Esta obra maestra de Zweig es de las que hacen época. Y cayó en las manos adecuadas. Max Ophüls, el director judío exiliado en Hollywood (como tantos otros) y de nombre real Maximillian Oppenheimer, asumió la dirección con Joan Fontaine como protagonista y el compositor ruso Daniele Amfitheatrof como director musical (atención al pedazo de apellido: “anfiteatro”). A destacar que la Fontaine está que se sale, en un papel que abarca unos veinte años: desde los quince que debe de tener ella cuando lo ve a él por primera vez, enamorándose de manera enfermiza en el acto, hasta su muerte años después.
El guión se distancia bastante de la novela, aunque con criterio. Él ya no es un escritor sino un pianista, igualmente mujeriego, que se pasa el día tocando Chopin, lo que hace que la melancolía que transmite la obra se dispare hasta el infinito, si no más allá. Para más inri, el guionista le puso Stefan de nombre, seguro que en homenaje al autor austrohúngaro. Por otro lado, es notable el cambio introducido en el personaje masculino, el pianista. La cinta comienza cuando él planea huir con nocturnidad y alevosía de un duelo que le comportará una muerte segura al amanecer. Entonces su criado le entrega la carta de la desconocida y, mientras la lee y descubre todo el dolor que su comportamiento desordenado ha causado en ella, pasan las pocas horas que tenía de margen para huir y llega el momento de dar la cara por honor. La película termina con él dirigiéndose a la cita mortal con el destino, asumiendo que si por fin da la cara y deja de exhibir un comportamiento gallináceo, la redención llegará a través del sacrificio.

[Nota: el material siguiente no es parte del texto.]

//! Sweeps: a scenario file may give a list for any numeric field
//! (`assets = [500, 1000, 2000]`, `decay.half_life = [2, 4, 8]`); the file then
//! stands for the grid of every combination, in the order the lists are
//! written, the last list varying fastest.

use super::{Overrides, RawScenario, Scenario, locate};
use crate::error::InputError;

/// Most grid points a sweep may have.
pub const MAX_POINTS: usize = 1000;

/// One axis of a sweep: a key path and its values.
#[derive(Debug, Clone, PartialEq)]
pub struct Axis {
    /// Key path, e.g. `decay.half_life`.
    pub key: String,
    /// The listed values.
    pub values: Vec<toml::Value>,
}

/// One grid point: the value taken on every axis, and the scenario.
#[derive(Debug, Clone)]
pub struct Point {
    /// `(key, value as written)` per axis.
    pub at: Vec<(String, String)>,
    /// The validated scenario of this point.
    pub scenario: Scenario,
}

/// Tables whose numeric keys may be swept (`decay.values` is a list by nature).
const TABLES: [&str; 3] = ["decay", "tails", "portfolio"];

fn is_number(v: &toml::Value) -> bool {
    matches!(v, toml::Value::Integer(_) | toml::Value::Float(_))
}

/// The sweep axes of a scenario text (empty when it is a single scenario).
///
/// # Errors
/// A syntax error with its line.
pub fn axes(text: &str, origin: &str) -> Result<Vec<Axis>, InputError> {
    let table: toml::Table = toml::from_str(text).map_err(|e| super::explain::explain(&e, text, origin))?;
    let mut out = Vec::new();
    let mut visit = |prefix: &str, t: &toml::Table| {
        for (k, v) in t {
            if let toml::Value::Array(a) = v {
                let key = if prefix.is_empty() { k.clone() } else { format!("{prefix}.{k}") };
                if key != "decay.values" && !a.is_empty() && a.iter().all(is_number) {
                    out.push(Axis { key, values: a.clone() });
                }
            }
        }
    };
    visit("", &table);
    for name in TABLES {
        if let Some(toml::Value::Table(t)) = table.get(name) {
            visit(name, t);
        }
    }
    // Keep the order in which the keys appear in the file.
    out.sort_by_key(|a| locate::line_of(text, &a.key).unwrap_or(usize::MAX));
    Ok(out)
}

/// Every grid point of a sweep, validated.
///
/// # Errors
/// Too many points, or a point whose scenario is invalid (named by its values).
pub fn expand(
    text: &str,
    origin: &str,
    default_name: &str,
    ov: &Overrides,
    axes: &[Axis],
) -> Result<Vec<Point>, InputError> {
    let n: usize = axes.iter().map(|a| a.values.len()).product();
    if n > MAX_POINTS {
        return Err(InputError::Parse {
            origin: origin.to_string(),
            line: None,
            message: format!("the sweep has {n} grid points; at most {MAX_POINTS} are allowed"),
        });
    }
    let base: toml::Table = toml::from_str(text).map_err(|e| super::explain::explain(&e, text, origin))?;
    let mut points = Vec::with_capacity(n);
    for i in 0..n {
        let mut t = base.clone();
        let mut at = Vec::with_capacity(axes.len());
        let mut rest = i;
        let mut picks = vec![0; axes.len()];
        for (j, a) in axes.iter().enumerate().rev() {
            picks[j] = rest % a.values.len();
            rest /= a.values.len();
        }
        for (a, &p) in axes.iter().zip(&picks) {
            let v = a.values[p].clone();
            at.push((a.key.clone(), v.to_string()));
            match a.key.split_once('.') {
                Some((table, key)) => {
                    if let Some(toml::Value::Table(sub)) = t.get_mut(table) {
                        sub.insert(key.to_string(), v);
                    }
                }
                None => {
                    t.insert(a.key.clone(), v);
                }
            }
        }
        let label = at.iter().map(|(k, v)| format!("{k} = {v}")).collect::<Vec<_>>().join(", ");
        let here = format!("{origin} (grid point {label})");
        let mut raw: RawScenario =
            toml::Value::Table(t).try_into().map_err(|e: toml::de::Error| super::explain::explain(&e, "", &here))?;
        ov.apply(&mut raw);
        let scenario = Scenario::from_raw(&raw, default_name).map_err(|e| super::locate(e, text, &here))?;
        points.push(Point { at, scenario });
    }
    Ok(points)
}

#[cfg(test)]
mod tests {
    use super::*;

    const TEXT: &str =
        "assets = [100, 200]\nhistory = 60\n[decay]\nfamily = \"exponential\"\nic1 = 0.05\nhalf_life = [2, 4, 8]\n";

    #[test]
    fn lists_become_a_grid_in_file_order_last_fastest() {
        let ax = axes(TEXT, "t").unwrap();
        assert_eq!(ax.iter().map(|a| a.key.as_str()).collect::<Vec<_>>(), ["assets", "decay.half_life"]);
        let pts = expand(TEXT, "t", "t", &Overrides::default(), &ax).unwrap();
        assert_eq!(pts.len(), 6);
        assert_eq!(
            pts[1].at,
            [("assets".to_string(), "100".to_string()), ("decay.half_life".to_string(), "4".to_string())]
        );
        assert_eq!(pts[3].scenario.assets, 200);
        assert!(axes("[decay]\nfamily = \"table\"\nvalues = [0.1, 0.05]\n", "t").unwrap().is_empty());
    }

    #[test]
    fn a_bad_grid_point_is_named() {
        let text = "assets = [100, 5]\n[decay]\nfamily = \"step\"\nic = 0.05\nlength = 2\n";
        let e =
            expand(text, "f.toml", "t", &Overrides::default(), &axes(text, "f.toml").unwrap()).unwrap_err().to_string();
        assert!(e.contains("grid point assets = 5") && e.contains("`assets` must be at least 10, got 5"), "{e}");
    }
}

Se han hecho más versiones de esta obra, pero no las he visto. Una árabe egipcia rodada en 1963 (pagaría por verla), otra coreana de 1969 (pagaría más, incluso) y una francesa en formato televisivo de 2001, con la bella Irène Jacob.
Así que, como me obligan a pagar esa basura llamada televisión pública española, aprovecho para pedir que dejen de emitir aberraciones y proyecten estas tres cintas, a ser posible en versión original subtitulada. Estoy harto de que doblen.

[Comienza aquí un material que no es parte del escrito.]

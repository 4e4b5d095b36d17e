//! Finds the line of a key in a TOML text, so that a value error (which serde
//! cannot see) still points at the line to edit.

/// 1-based line of `key_path` (`"assets"`, `"decay.half_life"`, `"decay.values[2]"`).
pub fn line_of(text: &str, key_path: &str) -> Option<usize> {
    let path = key_path.split('[').next().unwrap_or(key_path);
    let (table, key) = match path.rsplit_once('.') {
        Some((t, k)) => (t, k),
        None => ("", path),
    };
    let mut current = String::new();
    for (i, line) in text.lines().enumerate() {
        let t = line.trim();
        if let Some(h) = t.strip_prefix('[').and_then(|h| h.split(']').next()) {
            current = h.trim().to_string();
            continue;
        }
        let Some((k, _)) = t.split_once('=') else { continue };
        let k = k.trim().trim_matches('"');
        if k == key && current == table {
            return Some(i + 1);
        }
        // dotted keys at top level: `decay.half_life = 3`
        if current.is_empty() && !table.is_empty() && k == path {
            return Some(i + 1);
        }
    }
    None
}

#[cfg(test)]
mod tests {
    use super::line_of;

    #[test]
    fn finds_keys_in_tables_and_at_top_level() {
        let t = "assets = 5\n\n[decay]\nfamily = \"exponential\"\nic1 = 2\n[tails]\nfamily = \"normal\"\n";
        assert_eq!(line_of(t, "assets"), Some(1));
        assert_eq!(line_of(t, "decay.ic1"), Some(5));
        assert_eq!(line_of(t, "tails.family"), Some(7));
        assert_eq!(line_of(t, "history"), None);
        assert_eq!(line_of("decay.values = [1]", "decay.values[0]"), Some(1));
    }
}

Entrada clasificada como: Literatura y cine, Recomendaciones literarias


3 comentarios Deja un comentario
1.
Blas de Lezo | 19 de Enero de 2008 a las 20:20 GMT+1
Zweig es un excelente escritor, representante de la alta cultura y exquisita sensibilidad de esa época y de esa generación. Al igual que C. Pavese se le rompìó el alma.

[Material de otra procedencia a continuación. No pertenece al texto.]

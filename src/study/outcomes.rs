//! What each simulated path yields, before it is folded into the study's tally.

use crate::measure::rules::Choices;
use crate::portfolio::BookSums;

/// What one simulated history yields.
#[derive(Debug, Clone)]
pub struct PathOutcome {
    /// Mean lagged IC per lag.
    pub lagged: Vec<f64>,
    /// Mean horizon IC per horizon.
    pub horizon: Vec<f64>,
    /// Mean rank lagged IC per lag (when asked).
    pub rank_lagged: Option<Vec<f64>>,
    /// Each rule's choice.
    pub choices: Choices,
    /// The linear book's sums per holding length.
    pub books: Vec<BookSums>,
}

Excelenre recomendación, y me sumo a tu petición de TV. Aunque andan “liaos” con lo de Gallardón y Aguirre. Que por cierto es muy “shakesperiano”, a pesar de que lo mezclen con tendencias políticas,…etc.
2.
Groo | 20 de Enero de 2008 a las 20:38 GMT+1
Prueba con La Mula, ella nunca te abandona.
3.
seleucus | 20 de Enero de 2008 a las 22:06 GMT+1
Supongo que te refieres a bajar estas películas por eMule, porque si no me resultas muy abstracto…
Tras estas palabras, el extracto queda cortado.